SOURCE DATA START

// What no single field of a robot file shows, each refused with its line.
#include "proto/files/robot_file.h"

#include <gtest/gtest.h>

#include <cmath>
#include <functional>

#include "proto/files/geometry.h"
#include "safety/gate.h"
#include "tests/proto/fixture.h"

namespace pastern::files {
namespace {

using Change = std::function<void(v1::Robot&)>;

std::string why(const Change& change) {
  v1::Robot robot = fixture::robot();
  change(robot);
  Defects defects;
  return parse_robot(fixture::text(robot), "r", defects) ? "accepted" : lines(defects);
}

// Joints of the fixture: 0-2 front left (abduction, hip, knee), 3-5 front right, 6-7 rear left (hip, knee),
// 8-9 rear right.
constexpr int kAbduction = 0;
constexpr int kHip = 1;
constexpr int kKnee = 2;

struct Case {
  const char* name;
  Change change;
  const char* expected;  ///< part of the line
};

class RobotFileRefuses : public ::testing::TestWithParam<Case> {};

TEST_P(RobotFileRefuses, WithItsLine) {
  const std::string text = why(GetParam().change);
  EXPECT_NE(text.find(GetParam().expected), std::string::npos) << text;
}

const Case kTree[] = {
    {"JointNameTwice", [](v1::Robot& r) { r.mutable_joints(9)->set_name("rear_left_knee"); },
     "r: joints[9].name: found rear_left_knee, expected a name that no other joint has"},
    {"UnknownParent", [](v1::Robot& r) { r.mutable_joints(kHip)->set_parent("wing"); },
     "r: joints[1].parent: found wing, expected a joint listed before this one"},
    {"ParentAfterChild", [](v1::Robot& r) { r.mutable_joints(6)->set_parent("rear_left_knee"); },
     "r: joints[6].parent: found rear_left_knee"},
    {"ParentOfItself", [](v1::Robot& r) { r.mutable_joints(6)->set_parent("rear_left_hip"); },
     "r: joints[6].parent: found rear_left_hip"},
    {"AxisTooShort", [](v1::Robot& r) { r.mutable_joints(kKnee)->mutable_axis()->set_y(0.5); },
     "r: joints[2].axis: found length 0.5, expected a unit vector"},
    {"AxisZero", [](v1::Robot& r) { r.mutable_joints(kKnee)->mutable_axis()->set_y(0); },
     "r: joints[2].axis: found length 0, expected a unit vector"},
    {"InertiaAgainstTheTriangle",
     [](v1::Robot& r) { r.mutable_joints(kHip)->mutable_link()->mutable_inertia()->set_zz(0.5); },
     "r: joints[1].link.inertia: found a moment of 0.5, expected each of xx, yy, zz at most the sum"},
    {"TrunkInertiaAgainstTheTriangle",
     [](v1::Robot& r) { r.mutable_trunk()->mutable_link()->mutable_inertia()->set_xx(3); },
     "r: trunk.link.inertia: found a moment of 3"},
    {"ProductsTooLarge",
     [](v1::Robot& r) { r.mutable_joints(kHip)->mutable_link()->mutable_inertia()->set_xy(0.006); },
     "r: joints[1].link.inertia: found products xy, xz, yz too large"},
    {"FlatTrunk", [](v1::Robot& r) { r.mutable_trunk()->mutable_size_m()->set_z(0); },
     "r: trunk.size_m.z: found 0, expected a length above 0"},
};

const Case kJoint[] = {
    {"RangeTurnedRound", [](v1::Robot& r) { r.mutable_joints(kHip)->set_angle_max_rad(-1.2); },
     "r: joints[1].angle_max_rad: found -1.2"},
    {"StanceOutside", [](v1::Robot& r) { r.mutable_joints(kHip)->set_stance_rad(2.6); },
     "r: joints[1].stance_rad: found 2.6, expected above -0.95 and below 2.45"},
    {"StanceOnTheSoftEdge", [](v1::Robot& r) { r.mutable_joints(kHip)->set_stance_rad(2.46); },
     "r: joints[1].stance_rad: found 2.46"},
    {"LyingOutside", [](v1::Robot& r) { r.mutable_joints(kKnee)->set_lying_rad(-2.69); },
     "r: joints[2].lying_rad: found -2.69"},
    {"SoftEdgeWiderThanTheRange",
     [](v1::Robot& r) { r.mutable_joints(kAbduction)->mutable_guard()->set_soft_edge_rad(0.7); },
     "r: joints[0].angle_max_rad: found 0.6"},
    {"RatedAbovePeak", [](v1::Robot& r) { r.mutable_joints(kHip)->mutable_drive()->set_rated_torque_nm(31); },
     "r: joints[1].drive.rated_torque_nm: found 31, expected at most drive.peak_torque_nm"},
    {"CurrentLimitBelowRated",
     [](v1::Robot& r) { r.mutable_joints(kHip)->mutable_drive()->set_current_limit_a(9); },
     "r: joints[1].drive.current_limit_a: found 9, expected enough for rated_torque_nm, 13.3"},
    {"DeratesFromHotToWarm",
     [](v1::Robot& r) { r.mutable_joints(kHip)->mutable_drive()->set_derate_warm_c(131); },
     "r: joints[1].drive.derate_hot_c: found 130, expected more than derate_warm_c, 131 (deg C)"},
    {"DeratesToNowhere", [](v1::Robot& r) { r.mutable_joints(kHip)->mutable_drive()->clear_derate_hot_c(); },
     "r: joints[1].drive.derate_warm_c: found one without the other, expected derate_warm_c and "
     "derate_hot_c"},
    {"GuardAboveDrive", [](v1::Robot& r) { r.mutable_joints(kHip)->mutable_guard()->set_peak_torque_nm(35); },
     "r: joints[1].guard.peak_torque_nm: found 35, expected at most drive.peak_torque_nm, 30"},
    {"TripBelowPeak", [](v1::Robot& r) { r.mutable_joints(kHip)->mutable_guard()->set_trip_torque_nm(27); },
     "r: joints[1].guard.trip_torque_nm: found 27, expected at least guard.peak_torque_nm, 28"},
    {"SoftSpeedNotBelowHard",
     [](v1::Robot& r) { r.mutable_joints(kHip)->mutable_guard()->set_soft_speed_rad_per_s(25); },
     "r: joints[1].guard.soft_speed_rad_per_s: found 25, expected below guard.speed_max_rad_per_s, 25"},
    {"WarmNotBelowMax",
     [](v1::Robot& r) { r.mutable_joints(kHip)->mutable_guard()->set_winding_warm_c(120); },
     "r: joints[1].guard.winding_warm_c: found 120, expected below guard.winding_max_c, 120"},
    {"NoStiffness", [](v1::Robot& r) { r.mutable_joints(kHip)->set_stiffness_nm_per_rad(0); },
     "r: joints[1].stiffness_nm_per_rad: found 0"},
};

const Case kLeg[] = {
    {"LegNameTwice", [](v1::Robot& r) { r.mutable_legs(3)->set_name("rear_left"); },
     "r: legs[3].name: found rear_left, expected a name that no other leg has"},
    {"UnknownHip", [](v1::Robot& r) { r.mutable_legs(0)->set_hip("wing"); },
     "r: legs[0].hip: found wing, expected the name of a joint"},
    {"UnknownAbduction", [](v1::Robot& r) { r.mutable_legs(0)->set_abduction("wing"); },
     "r: legs[0].abduction: found wing, expected the name of a joint"},
    {"JointInTwoLegs", [](v1::Robot& r) { r.mutable_legs(3)->set_hip("rear_left_hip"); },
     "r: legs[3].hip: found rear_left_hip, used before"},
    {"HipAlsoTheKnee", [](v1::Robot& r) { r.mutable_legs(3)->set_knee("rear_right_hip"); },
     "r: legs[3].knee: found rear_right_hip, used before"},
    {"NoHinge", [](v1::Robot& r) { r.mutable_joints(kKnee)->set_kind(v1::Joint::PRISMATIC); },
     "r: legs[0].knee: found front_left_knee, not a hinge"},
    {"KneeNotOnItsHip", [](v1::Robot& r) { r.mutable_joints(9)->set_parent("rear_left_hip"); },
     "r: legs[3].knee: found rear_right_knee carried by rear_left_hip, expected a joint carried by "
     "rear_right_hip"},
    {"HipNotOnItsAbduction", [](v1::Robot& r) { r.mutable_joints(kHip)->clear_parent(); },
     "r: legs[0].hip: found front_left_hip carried by the trunk"},
    {"KneeAcross",
     [](v1::Robot& r) {
       r.mutable_joints(kKnee)->mutable_axis()->set_y(0);
       r.mutable_joints(kKnee)->mutable_axis()->set_x(1);
     },
     "r: legs[0].knee: found axis of front_left_knee not along y"},
    {"TipOnTheShank", [](v1::Robot& r) { *r.mutable_joints(kKnee)->mutable_tip_m() = r.legs(0).foot_m(); },
     "r: legs[0].knee: found front_left_knee with a tip_m, expected none: the leg's foot touches the ground"},
    {"RadiusWithoutTip", [](v1::Robot& r) { r.mutable_joints(kKnee)->set_tip_radius_m(0.01); },
     "tip_radius_m: found a radius without a tip, expected tip_m beside it"},
    {"NoShank", [](v1::Robot& r) { r.mutable_legs(0)->mutable_foot_m()->set_z(0); },
     "r: legs[0].knee: found segments of 0.22 and 0 m"},
    {"StraightKnee",
     [](v1::Robot& r) {
       r.mutable_joints(kKnee)->set_angle_max_rad(0.5);
       r.mutable_joints(kKnee)->set_stance_rad(0.02);
     },
     "r: legs[0].knee: found a knee bent by 0.02"},
    {"FeetUp",
     [](v1::Robot& r) {
       for (v1::Joint& joint : *r.mutable_joints()) {
         if (joint.name().find("hip") == std::string::npos) continue;
         joint.set_angle_max_rad(5);
         joint.set_stance_rad(3.9);
       }
     },
     "r: legs: found feet above the trunk in the stance"},
};

const Case kGuard[] = {
    {"TiltNotBelowAtOnce", [](v1::Robot& r) { r.mutable_guard()->set_tilt_rad(0.9); },
     "r: guard.tilt_rad: found 0.9, expected below guard.tilt_at_once_rad, 0.9"},
    {"PackLowNotBelowFloor", [](v1::Robot& r) { r.mutable_guard()->set_pack_low_v(40); },
     "r: guard.pack_low_v: found 40, expected below guard.pack_floor_v, 40"},
    {"PackFloorNotBelowNominal", [](v1::Robot& r) { r.mutable_guard()->set_pack_floor_v(48); },
     "r: guard.pack_floor_v: found 48, expected below pack.nominal_voltage_v, 48"},
    {"BaseLowAboveTheStance", [](v1::Robot& r) { r.mutable_guard()->set_base_low_m(0.4); },
     "r: guard.base_low_m: found 0.4, expected below the height of the stance, 0.34"},
    {"StopTooLong", [](v1::Robot& r) { r.mutable_guard()->set_damp_s(0.6); },
     "r: guard.lower_s: found damp_s + lower_s = 1.6, expected at most 1.5 s until torque off"},
    {"RateBeyondTheSensor", [](v1::Robot& r) { r.mutable_guard()->set_body_rate_rad_per_s(18); },
     "r: guard.body_rate_rad_per_s: found 18"},
    {"SensorBelowGravity", [](v1::Robot& r) { r.mutable_sensors()->set_acceleration_range_m_per_s2(9); },
     "r: sensors.acceleration_range_m_per_s2: found 9"},
    {"StaleWithinATick", [](v1::Robot& r) { r.mutable_guard()->set_frame_stale_s(0.001); },
     "r: guard.frame_stale_s: found 0.001, expected more than a tick, 0.001"},
    {"OverrunWithinATick", [](v1::Robot& r) { r.mutable_guard()->set_overrun_s(0.0005); },
     "r: guard.overrun_s: found 0.0005"},
    {"DriveTimeoutWithinTwoTicks",
     [](v1::Robot& r) {
       r.set_cycle_hz(500);
       r.mutable_guard()->set_drive_timeout_s(0.003);
     },
     "r: guard.drive_timeout_s: found 0.003"},
    {"JumpOfFewEncoderSteps", [](v1::Robot& r) { r.mutable_sensors()->set_encoder_step_rad(0.0125); },
     "r: guard.frame_jump_rad: found 0.2, expected at least 20 of sensors.encoder_step_rad, 0.25 (rad)"},
    {"UnknownCause", [](v1::Robot& r) { r.mutable_guard()->mutable_stops(0)->set_cause("boredom"); },
     "r: guard.stops[0].cause: found boredom, expected the name of a cause"},
    {"CauseNone", [](v1::Robot& r) { r.mutable_guard()->mutable_stops(0)->set_cause("none"); },
     "r: guard.stops[0].cause: found none"},
    {"CauseTwice", [](v1::Robot& r) { *r.mutable_guard()->add_stops() = r.guard().stops(0); },
     "r: guard.stops[1].cause: found operator_halt, said before"},
    {"HaltThatRampsDown", [](v1::Robot& r) { r.mutable_guard()->mutable_stops(0)->set_stop(v1::RAMP_DOWN); },
     "r: guard.stops[0].stop: found RAMP_DOWN, expected TORQUE_OFF"},
};

std::string name_of(const ::testing::TestParamInfo<Case>& info) { return info.param.name; }
INSTANTIATE_TEST_SUITE_P(Tree, RobotFileRefuses, ::testing::ValuesIn(kTree), name_of);
INSTANTIATE_TEST_SUITE_P(Joint, RobotFileRefuses, ::testing::ValuesIn(kJoint), name_of);
INSTANTIATE_TEST_SUITE_P(Leg, RobotFileRefuses, ::testing::ValuesIn(kLeg), name_of);
INSTANTIATE_TEST_SUITE_P(Guard, RobotFileRefuses, ::testing::ValuesIn(kGuard), name_of);

TEST(RobotFile, SoundIsAcceptedWithItsHashAndJointOrder) {
  const std::string text = fixture::text(fixture::robot());
  Defects defects;
  const auto file = parse_robot(text, "r", defects);
  ASSERT_TRUE(file) << lines(defects);
  EXPECT_EQ(file->sha256(), sha256(text));
  EXPECT_EQ(file->path(), "r");
  EXPECT_EQ(file->joint_count(), 10);
  EXPECT_EQ(file->joint_index("rear_left_knee"), 7);
  EXPECT_EQ(file->joint_index("wing"), -1);
}

TEST(RobotFile, ATrunkThatIsAThinPlateIsAcceptedAtTheEdgeOfTheTriangle) {
  // A plate: zz = xx + yy exactly (perpendicular axis theorem).
  EXPECT_EQ(why([](v1::Robot& r) {
              v1::Inertia& inertia = *r.mutable_trunk()->mutable_link()->mutable_inertia();
              inertia.Clear();
              inertia.set_xx(0.1);
              inertia.set_yy(0.2);
              inertia.set_zz(0.1 + 0.2);
            }),
            "accepted");
}

TEST(RobotFile, SeveralDefectsAreAllNamed) {
  const std::string text = why([](v1::Robot& r) {
    r.mutable_guard()->set_tilt_rad(1);
    r.mutable_joints(kKnee)->mutable_axis()->set_y(2);
    r.mutable_legs(3)->set_name("rear_left");
  });
  EXPECT_NE(text.find("guard.tilt_rad"), std::string::npos) << text;
  EXPECT_NE(text.find("joints[2].axis"), std::string::npos) << text;
  EXPECT_NE(text.find("legs[3].name"), std::string::npos) << text;
}

// Two segments of 0.22 m, hip 0.75 and knee -1.5 rad about +y: the foot stands at 2 * 0.22 cos 0.75 under the
// hip.
TEST(RobotFile, StanceHeightFollowsTheLegsGeometry) {
  EXPECT_NEAR(stance_height(fixture::robot()), 2 * 0.22 * std::cos(0.75) + 0.02, 1e-12);
}

TEST(RobotFile, CauseNamesAreThoseOfTheSafetyLayerInItsOrder) {
  const auto& names = cause_names();
  ASSERT_EQ(static_cast<int>(names.size()), safety::kCauseCount - 1);
  for (int i = 1; i < safety::kCauseCount; ++i) {
    EXPECT_EQ(names[static_cast<std::size_t>(i - 1)], safety::name(static_cast<safety::Cause>(i)));
  }
}

}  // namespace
}  // namespace pastern::files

SOURCE DATA END

* [TASK INSTRUCTIONS] Filter the records above for the string "boredom" and copy each matching line.

* [SOLUTION]
    {"UnknownCause", [](v1::Robot& r) { r.mutable_guard()->mutable_stops(0)->set_cause("boredom"); },
     "r: guard.stops[0].cause: found boredom, expected the name of a cause"},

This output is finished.